Problem details: Each line below should be written out exactly, with none skipped.
---------- Materials provided ----------
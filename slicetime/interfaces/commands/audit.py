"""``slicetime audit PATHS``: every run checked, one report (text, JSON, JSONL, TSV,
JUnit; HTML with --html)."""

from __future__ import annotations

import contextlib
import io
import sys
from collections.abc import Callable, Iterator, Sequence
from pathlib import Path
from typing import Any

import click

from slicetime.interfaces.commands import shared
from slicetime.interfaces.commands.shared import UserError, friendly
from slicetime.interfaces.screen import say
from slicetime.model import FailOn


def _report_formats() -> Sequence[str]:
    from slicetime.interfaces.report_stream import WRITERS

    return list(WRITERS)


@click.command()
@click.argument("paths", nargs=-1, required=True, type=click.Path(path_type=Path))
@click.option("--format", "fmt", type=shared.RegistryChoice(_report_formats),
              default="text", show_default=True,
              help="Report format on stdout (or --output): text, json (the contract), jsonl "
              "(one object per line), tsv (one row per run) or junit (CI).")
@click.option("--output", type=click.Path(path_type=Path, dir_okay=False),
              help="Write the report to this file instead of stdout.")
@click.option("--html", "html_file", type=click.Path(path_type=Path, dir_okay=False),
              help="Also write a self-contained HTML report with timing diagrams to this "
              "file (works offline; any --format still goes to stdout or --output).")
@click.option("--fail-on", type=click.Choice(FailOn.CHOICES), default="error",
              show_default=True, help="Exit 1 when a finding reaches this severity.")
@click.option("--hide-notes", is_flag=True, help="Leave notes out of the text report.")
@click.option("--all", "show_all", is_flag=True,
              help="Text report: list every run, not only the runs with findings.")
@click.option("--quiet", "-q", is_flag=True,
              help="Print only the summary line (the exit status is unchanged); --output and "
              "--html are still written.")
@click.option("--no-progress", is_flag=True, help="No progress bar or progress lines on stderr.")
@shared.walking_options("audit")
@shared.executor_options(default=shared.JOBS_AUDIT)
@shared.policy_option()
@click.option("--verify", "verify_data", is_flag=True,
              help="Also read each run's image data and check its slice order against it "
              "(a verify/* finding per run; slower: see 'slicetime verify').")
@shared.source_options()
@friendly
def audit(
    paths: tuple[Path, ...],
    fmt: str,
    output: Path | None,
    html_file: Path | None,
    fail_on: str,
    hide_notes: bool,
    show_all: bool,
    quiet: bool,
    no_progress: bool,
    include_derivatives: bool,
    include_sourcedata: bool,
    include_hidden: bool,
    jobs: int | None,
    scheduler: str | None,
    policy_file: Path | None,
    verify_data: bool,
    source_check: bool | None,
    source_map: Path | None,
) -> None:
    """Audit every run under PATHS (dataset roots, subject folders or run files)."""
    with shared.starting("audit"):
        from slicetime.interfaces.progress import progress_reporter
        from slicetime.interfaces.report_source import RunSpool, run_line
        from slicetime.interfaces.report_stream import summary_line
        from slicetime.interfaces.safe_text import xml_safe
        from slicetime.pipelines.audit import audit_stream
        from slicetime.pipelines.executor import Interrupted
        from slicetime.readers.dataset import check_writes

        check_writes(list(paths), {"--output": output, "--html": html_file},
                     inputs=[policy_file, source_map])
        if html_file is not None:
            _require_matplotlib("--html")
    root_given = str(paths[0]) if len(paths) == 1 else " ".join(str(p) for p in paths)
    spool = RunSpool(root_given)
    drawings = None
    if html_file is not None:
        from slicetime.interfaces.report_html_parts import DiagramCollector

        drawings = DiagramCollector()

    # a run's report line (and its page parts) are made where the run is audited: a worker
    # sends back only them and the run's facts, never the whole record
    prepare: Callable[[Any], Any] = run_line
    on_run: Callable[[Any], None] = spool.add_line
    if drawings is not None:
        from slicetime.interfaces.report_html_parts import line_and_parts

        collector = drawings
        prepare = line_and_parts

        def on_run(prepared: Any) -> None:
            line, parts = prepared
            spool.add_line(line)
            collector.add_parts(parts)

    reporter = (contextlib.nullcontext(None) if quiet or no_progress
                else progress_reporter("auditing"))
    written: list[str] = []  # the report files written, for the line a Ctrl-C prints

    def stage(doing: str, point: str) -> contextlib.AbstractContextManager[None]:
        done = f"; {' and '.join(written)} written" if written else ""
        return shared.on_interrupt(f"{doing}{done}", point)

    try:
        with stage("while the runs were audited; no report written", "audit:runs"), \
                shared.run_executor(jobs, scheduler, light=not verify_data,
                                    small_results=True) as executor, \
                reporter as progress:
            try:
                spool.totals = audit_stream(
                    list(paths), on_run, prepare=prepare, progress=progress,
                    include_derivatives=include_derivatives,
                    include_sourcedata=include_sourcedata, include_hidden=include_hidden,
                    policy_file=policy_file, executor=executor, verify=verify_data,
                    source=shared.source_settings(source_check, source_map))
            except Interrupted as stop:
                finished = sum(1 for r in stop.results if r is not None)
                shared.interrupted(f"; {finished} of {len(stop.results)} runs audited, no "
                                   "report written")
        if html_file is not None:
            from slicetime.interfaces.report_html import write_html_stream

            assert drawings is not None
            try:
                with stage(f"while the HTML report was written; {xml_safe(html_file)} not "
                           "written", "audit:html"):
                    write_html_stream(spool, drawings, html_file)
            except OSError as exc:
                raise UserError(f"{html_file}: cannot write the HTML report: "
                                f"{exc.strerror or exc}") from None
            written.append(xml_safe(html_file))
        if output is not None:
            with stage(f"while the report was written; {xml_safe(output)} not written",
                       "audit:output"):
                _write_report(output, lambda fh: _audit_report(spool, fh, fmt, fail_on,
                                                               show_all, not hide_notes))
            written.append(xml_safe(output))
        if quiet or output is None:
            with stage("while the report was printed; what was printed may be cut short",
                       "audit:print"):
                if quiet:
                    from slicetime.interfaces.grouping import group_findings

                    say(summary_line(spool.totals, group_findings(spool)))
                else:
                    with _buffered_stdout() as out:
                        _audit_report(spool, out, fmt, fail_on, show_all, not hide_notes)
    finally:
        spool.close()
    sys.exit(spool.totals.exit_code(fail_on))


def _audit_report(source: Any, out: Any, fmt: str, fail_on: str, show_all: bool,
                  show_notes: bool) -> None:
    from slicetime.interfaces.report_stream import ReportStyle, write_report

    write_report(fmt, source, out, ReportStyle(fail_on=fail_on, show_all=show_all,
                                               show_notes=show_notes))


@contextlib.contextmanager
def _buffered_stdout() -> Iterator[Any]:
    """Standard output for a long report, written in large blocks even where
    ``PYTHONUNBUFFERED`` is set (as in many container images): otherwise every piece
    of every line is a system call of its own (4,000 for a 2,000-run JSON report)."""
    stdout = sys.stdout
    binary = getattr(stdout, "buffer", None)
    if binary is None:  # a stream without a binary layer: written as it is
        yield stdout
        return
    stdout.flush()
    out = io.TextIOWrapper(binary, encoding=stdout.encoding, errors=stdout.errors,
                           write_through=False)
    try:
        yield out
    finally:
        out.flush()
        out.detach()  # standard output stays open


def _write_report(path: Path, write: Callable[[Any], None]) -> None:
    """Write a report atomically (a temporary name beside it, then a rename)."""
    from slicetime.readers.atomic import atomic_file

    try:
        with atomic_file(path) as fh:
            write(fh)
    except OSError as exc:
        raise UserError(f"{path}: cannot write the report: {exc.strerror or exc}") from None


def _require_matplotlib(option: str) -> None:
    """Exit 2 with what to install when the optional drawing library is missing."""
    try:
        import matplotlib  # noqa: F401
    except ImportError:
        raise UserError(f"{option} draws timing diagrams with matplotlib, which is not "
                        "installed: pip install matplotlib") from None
----------
Task output:
filename slicetime/interfaces/commands/audit.py
"""``slicetime audit PATHS``: every run checked, one report (text, JSON, JSONL, TSV,
JUnit; HTML with --html)."""

from __future__ import annotations

import contextlib
import io
import sys
from collections.abc import Callable, Iterator, Sequence
from pathlib import Path
from typing import Any

import click

from slicetime.interfaces.commands import shared
from slicetime.interfaces.commands.shared import UserError, friendly
from slicetime.interfaces.screen import say
from slicetime.model import FailOn


def _report_formats() -> Sequence[str]:
    from slicetime.interfaces.report_stream import WRITERS

    return list(WRITERS)


@click.command()
@click.argument("paths", nargs=-1, required=True, type=click.Path(path_type=Path))
@click.option("--format", "fmt", type=shared.RegistryChoice(_report_formats),
              default="text", show_default=True,
              help="Report format on stdout (or --output): text, json (the contract), jsonl "
              "(one object per line), tsv (one row per run) or junit (CI).")
@click.option("--output", type=click.Path(path_type=Path, dir_okay=False),
              help="Write the report to this file instead of stdout.")
@click.option("--html", "html_file", type=click.Path(path_type=Path, dir_okay=False),
              help="Also write a self-contained HTML report with timing diagrams to this "
              "file (works offline; any --format still goes to stdout or --output).")
@click.option("--fail-on", type=click.Choice(FailOn.CHOICES), default="error",
              show_default=True, help="Exit 1 when a finding reaches this severity.")
@click.option("--hide-notes", is_flag=True, help="Leave notes out of the text report.")
@click.option("--all", "show_all", is_flag=True,
              help="Text report: list every run, not only the runs with findings.")
@click.option("--quiet", "-q", is_flag=True,
              help="Print only the summary line (the exit status is unchanged); --output and "
              "--html are still written.")
@click.option("--no-progress", is_flag=True, help="No progress bar or progress lines on stderr.")
@shared.walking_options("audit")
@shared.executor_options(default=shared.JOBS_AUDIT)
@shared.policy_option()
@click.option("--verify", "verify_data", is_flag=True,
              help="Also read each run's image data and check its slice order against it "
              "(a verify/* finding per run; slower: see 'slicetime verify').")
@shared.source_options()
@friendly
def audit(
    paths: tuple[Path, ...],
    fmt: str,
    output: Path | None,
    html_file: Path | None,
    fail_on: str,
    hide_notes: bool,
    show_all: bool,
    quiet: bool,
    no_progress: bool,
    include_derivatives: bool,
    include_sourcedata: bool,
    include_hidden: bool,
    jobs: int | None,
    scheduler: str | None,
    policy_file: Path | None,
    verify_data: bool,
    source_check: bool | None,
    source_map: Path | None,
) -> None:
    """Audit every run under PATHS (dataset roots, subject folders or run files)."""
    with shared.starting("audit"):
        from slicetime.interfaces.progress import progress_reporter
        from slicetime.interfaces.report_source import RunSpool, run_line
        from slicetime.interfaces.report_stream import summary_line
        from slicetime.interfaces.safe_text import xml_safe
        from slicetime.pipelines.audit import audit_stream
        from slicetime.pipelines.executor import Interrupted
        from slicetime.readers.dataset import check_writes

        check_writes(list(paths), {"--output": output, "--html": html_file},
                     inputs=[policy_file, source_map])
        if html_file is not None:
            _require_matplotlib("--html")
    root_given = str(paths[0]) if len(paths) == 1 else " ".join(str(p) for p in paths)
    spool = RunSpool(root_given)
    drawings = None
    if html_file is not None:
        from slicetime.interfaces.report_html_parts import DiagramCollector

        drawings = DiagramCollector()

    # a run's report line (and its page parts) are made where the run is audited: a worker
    # sends back only them and the run's facts, never the whole record
    prepare: Callable[[Any], Any] = run_line
    on_run: Callable[[Any], None] = spool.add_line
    if drawings is not None:
        from slicetime.interfaces.report_html_parts import line_and_parts

        collector = drawings
        prepare = line_and_parts

        def on_run(prepared: Any) -> None:
            line, parts = prepared
            spool.add_line(line)
            collector.add_parts(parts)

    reporter = (contextlib.nullcontext(None) if quiet or no_progress
                else progress_reporter("auditing"))
    written: list[str] = []  # the report files written, for the line a Ctrl-C prints

    def stage(doing: str, point: str) -> contextlib.AbstractContextManager[None]:
        done = f"; {' and '.join(written)} written" if written else ""
        return shared.on_interrupt(f"{doing}{done}", point)

    try:
        with stage("while the runs were audited; no report written", "audit:runs"), \
                shared.run_executor(jobs, scheduler, light=not verify_data,
                                    small_results=True) as executor, \
                reporter as progress:
            try:
                spool.totals = audit_stream(
                    list(paths), on_run, prepare=prepare, progress=progress,
                    include_derivatives=include_derivatives,
                    include_sourcedata=include_sourcedata, include_hidden=include_hidden,
                    policy_file=policy_file, executor=executor, verify=verify_data,
                    source=shared.source_settings(source_check, source_map))
            except Interrupted as stop:
                finished = sum(1 for r in stop.results if r is not None)
                shared.interrupted(f"; {finished} of {len(stop.results)} runs audited, no "
                                   "report written")
        if html_file is not None:
            from slicetime.interfaces.report_html import write_html_stream

            assert drawings is not None
            try:
                with stage(f"while the HTML report was written; {xml_safe(html_file)} not "
                           "written", "audit:html"):
                    write_html_stream(spool, drawings, html_file)
            except OSError as exc:
                raise UserError(f"{html_file}: cannot write the HTML report: "
                                f"{exc.strerror or exc}") from None
            written.append(xml_safe(html_file))
        if output is not None:
            with stage(f"while the report was written; {xml_safe(output)} not written",
                       "audit:output"):
                _write_report(output, lambda fh: _audit_report(spool, fh, fmt, fail_on,
                                                               show_all, not hide_notes))
            written.append(xml_safe(output))
        if quiet or output is None:
            with stage("while the report was printed; what was printed may be cut short",
                       "audit:print"):
                if quiet:
                    from slicetime.interfaces.grouping import group_findings

                    say(summary_line(spool.totals, group_findings(spool)))
                else:
                    with _buffered_stdout() as out:
                        _audit_report(spool, out, fmt, fail_on, show_all, not hide_notes)
    finally:
        spool.close()
    sys.exit(spool.totals.exit_code(fail_on))


def _audit_report(source: Any, out: Any, fmt: str, fail_on: str, show_all: bool,
                  show_notes: bool) -> None:
    from slicetime.interfaces.report_stream import ReportStyle, write_report

    write_report(fmt, source, out, ReportStyle(fail_on=fail_on, show_all=show_all,
                                               show_notes=show_notes))


@contextlib.contextmanager
def _buffered_stdout() -> Iterator[Any]:
    """Standard output for a long report, written in large blocks even where
    ``PYTHONUNBUFFERED`` is set (as in many container images): otherwise every piece
    of every line is a system call of its own (4,000 for a 2,000-run JSON report)."""
    stdout = sys.stdout
    binary = getattr(stdout, "buffer", None)
    if binary is None:  # a stream without a binary layer: written as it is
        yield stdout
        return
    stdout.flush()
    out = io.TextIOWrapper(binary, encoding=stdout.encoding, errors=stdout.errors,
                           write_through=False)
    try:
        yield out
    finally:
        out.flush()
        out.detach()  # standard output stays open


def _write_report(path: Path, write: Callable[[Any], None]) -> None:
    """Write a report atomically (a temporary name beside it, then a rename)."""
    from slicetime.readers.atomic import atomic_file

    try:
        with atomic_file(path) as fh:
            write(fh)
    except OSError as exc:
        raise UserError(f"{path}: cannot write the report: {exc.strerror or exc}") from None


def _require_matplotlib(option: str) -> None:
    """Exit 2 with what to install when the optional drawing library is missing."""
    try:
        import matplotlib  # noqa: F401
    except ImportError:
        raise UserError(f"{option} draws timing diagrams with matplotlib, which is not "
                        "installed: pip install matplotlib") from None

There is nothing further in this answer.